* **Records contained in a dataset**
------------------------------------------------------------------------

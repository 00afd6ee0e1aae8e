"""Tests of drivers.safety: outputs reach zero on SIGTERM, SIGINT, normal exit and uncaught errors.

The signal and exit paths run in real child processes: the child drives a stand-in output
whose "hardware" is a JSON file holding what the output is doing; the parent signals the
child and reads the file after it has gone. Exit status 128 + signal number for a process
ended by a signal it handles is a POSIX shell convention (common practice); Python exits
with status 1 after an uncaught exception (Python documentation, sys.exit / excepthook).
"""

from __future__ import annotations

import json
import signal
import subprocess
import sys
import threading
from pathlib import Path

import pytest

from drivers import safety

ROOT = Path(__file__).resolve().parents[2]

CHILD = r'''
import json, os, signal, sys, time
import numpy as np
from drivers.guard import CeilingGuard
from drivers import safety

state_path, mode = sys.argv[1], sys.argv[2]


class FileOutput:
    """Stand-in output: what it would put on the wire is written to a JSON file."""

    def __init__(self):
        self.guard = CeilingGuard(2.0, 10000.0, 0.01)
        self.events = []

    def publish(self, block):
        s = self.guard.status()
        state = {"events": self.events, "amplitude_v": s.amplitude_v,
                 "last_peak_v": float(np.max(np.abs(block))) if block.size else None}
        tmp = state_path + ".tmp"
        with open(tmp, "w") as f:
            json.dump(state, f)
        os.replace(tmp, state_path)

    def drive_block(self):
        self.publish(self.guard.render(100))

    def halt(self):
        self.guard.halt()
        self.events.append("halt")
        self.publish(self.guard.render(100))   # the next samples on the wire

    def stop(self):
        self.guard.ramp_down()
        block = self.guard.render(1000)
        self.events.append("stop")
        self.publish(block[-100:])


out = FileOutput()
if mode != "unregistered":
    safety.register(out)
if mode in ("sigterm", "sigint"):
    safety.install_signal_handlers()
out.guard.request(100.0, 1.5)
for _ in range(20):
    out.drive_block()
ready = f"ready {out.guard.status().amplitude_v!r}"
if mode in ("exit", "unregistered"):
    print(ready, flush=True)
    sys.exit(0)
if mode == "exception":
    print(ready, flush=True)
    raise RuntimeError("boom in the measurement loop")
try:
    print(ready, flush=True)   # inside the try: a Ctrl-C right after this is still caught
    deadline = time.monotonic() + 60
    while time.monotonic() < deadline:
        out.drive_block()
        time.sleep(0.005)
except KeyboardInterrupt:
    out.events.append("keyboardinterrupt")
    sys.exit(130)
'''


def _run_child(tmp_path: Path, mode: str, send: signal.Signals | None = None) -> tuple[int, dict, str]:
    script = tmp_path / "child.py"
    script.write_text(CHILD)
    state_path = tmp_path / "state.json"
    with subprocess.Popen([sys.executable, str(script), str(state_path), mode], cwd=ROOT,
                          stdout=subprocess.PIPE, stderr=subprocess.PIPE, text=True) as proc:
        ready = proc.stdout.readline().split()
        assert ready[:1] == ["ready"], proc.communicate(timeout=30)[1]
        assert float(ready[1]) == 1.5, "the child never drove the output"
        if send is not None:
            proc.send_signal(send)
        _, err = proc.communicate(timeout=60)
    return proc.returncode, json.loads(state_path.read_text()), err


def test_sigterm_zeroes_then_exits(tmp_path):
    code, state, err = _run_child(tmp_path, "sigterm", signal.SIGTERM)
    assert code == 128 + signal.SIGTERM, err
    assert state["events"][0] == "halt" and "stop" in state["events"]
    assert state["amplitude_v"] == 0.0 and state["last_peak_v"] == 0.0


def test_sigint_zeroes_and_still_raises_keyboard_interrupt(tmp_path):
    code, state, err = _run_child(tmp_path, "sigint", signal.SIGINT)
    assert code == 130, err
    assert state["events"][:2] == ["halt", "keyboardinterrupt"]   # zeroed before the exception
    assert state["events"][-1] == "stop"                           # and stopped at exit
    assert state["amplitude_v"] == 0.0 and state["last_peak_v"] == 0.0


def test_normal_exit_zeroes_a_forgotten_output(tmp_path):
    code, state, err = _run_child(tmp_path, "exit")
    assert code == 0, err
    assert state["events"] == ["halt", "stop"]
    assert state["amplitude_v"] == 0.0 and state["last_peak_v"] == 0.0


def test_unregistered_output_is_left_driving(tmp_path):
    # control case: shows the check above can fail (nothing zeroes an unregistered output)
    code, state, err = _run_child(tmp_path, "unregistered")
    assert code == 0, err
    assert state["events"] == [] and state["last_peak_v"] > 1.0


def test_uncaught_exception_zeroes(tmp_path):
    code, state, err = _run_child(tmp_path, "exception")
    assert code == 1 and "boom in the measurement loop" in err
    assert state["events"] == ["halt", "stop"]
    assert state["amplitude_v"] == 0.0 and state["last_peak_v"] == 0.0


# --------------------------------------------------------------------------- in-process
class _Recorder:
    def __init__(self, fail_halt: bool = False):
        self.calls: list[str] = []
        self.fail_halt = fail_halt

    def halt(self):
        self.calls.append("halt")
        if self.fail_halt:
            raise OSError("device gone")

    def stop(self):
        self.calls.append("stop")


@pytest.fixture
def clean_registry():
    before = safety.registered()
    yield
    for obj in safety.registered():
        if obj not in before:
            safety.unregister(obj)


def test_guarded_zeroes_on_exception_and_reraises(clean_registry):
    rec = _Recorder()
    with pytest.raises(ValueError, match="bad point"):
        with safety.guarded(rec):
            assert rec in safety.registered()
            raise ValueError("bad point")
    assert rec.calls == ["halt", "stop"]
    assert rec not in safety.registered()


def test_guarded_leaves_a_normal_exit_alone(clean_registry):
    rec = _Recorder()
    with safety.guarded(rec) as same:
        assert same is rec
    assert rec.calls == [] and rec in safety.registered()


def test_guarded_reports_a_failing_halt_on_the_original_error(clean_registry):
    rec = _Recorder(fail_halt=True)
    with pytest.raises(KeyboardInterrupt) as info:
        with safety.guarded(rec):
            raise KeyboardInterrupt
    assert rec.calls == ["halt", "stop"]          # stop still tried after halt failed
    assert any("device gone" in note for note in info.value.__notes__)


def test_halt_all_continues_past_a_failure(clean_registry):
    bad, good = _Recorder(fail_halt=True), _Recorder()
    stop_only = type("StopOnly", (), {"stop": lambda self: calls.append("stop")})()
    calls: list[str] = []
    for obj in (bad, good, stop_only):
        safety.register(obj)
    errors = safety.halt_all()
    assert len(errors) == 1 and isinstance(errors[0], OSError)
    assert bad.calls == ["halt"] and good.calls == ["halt"] and calls == ["stop"]


def test_register_refuses_objects_that_cannot_be_zeroed(clean_registry):
    with pytest.raises(TypeError, match="neither halt"):
        safety.register(object())
    rec = _Recorder()
    safety.register(rec)
    safety.register(rec)
    assert safety.registered().count(rec) == 1


def test_signal_handlers_install_once_restore_and_refuse_other_threads():
    previous = signal.getsignal(signal.SIGTERM)
    safety.install_signal_handlers()
    try:
        safety.install_signal_handlers()   # idempotent: must not chain to itself
        assert safety.signal_handlers_installed()
        assert safety._previous_handlers[signal.SIGTERM] is previous
        errors: list[BaseException] = []

        def other():
            try:
                safety.install_signal_handlers()
            except RuntimeError as exc:
                errors.append(exc)

        t = threading.Thread(target=other)
        t.start()
        t.join(timeout=10)
        assert len(errors) == 1 and "main thread" in str(errors[0])
    finally:
        safety.uninstall_signal_handlers()
    assert signal.getsignal(signal.SIGTERM) is previous
    assert not safety.signal_handlers_installed()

------------------------------------------------------------------------

* **WHAT TO WORK ON**
Track down all lines above with the string "from" and copy them.

* **THE ANSWER**
from __future__ import annotations
from pathlib import Path
from drivers import safety
from drivers.guard import CeilingGuard
from drivers import safety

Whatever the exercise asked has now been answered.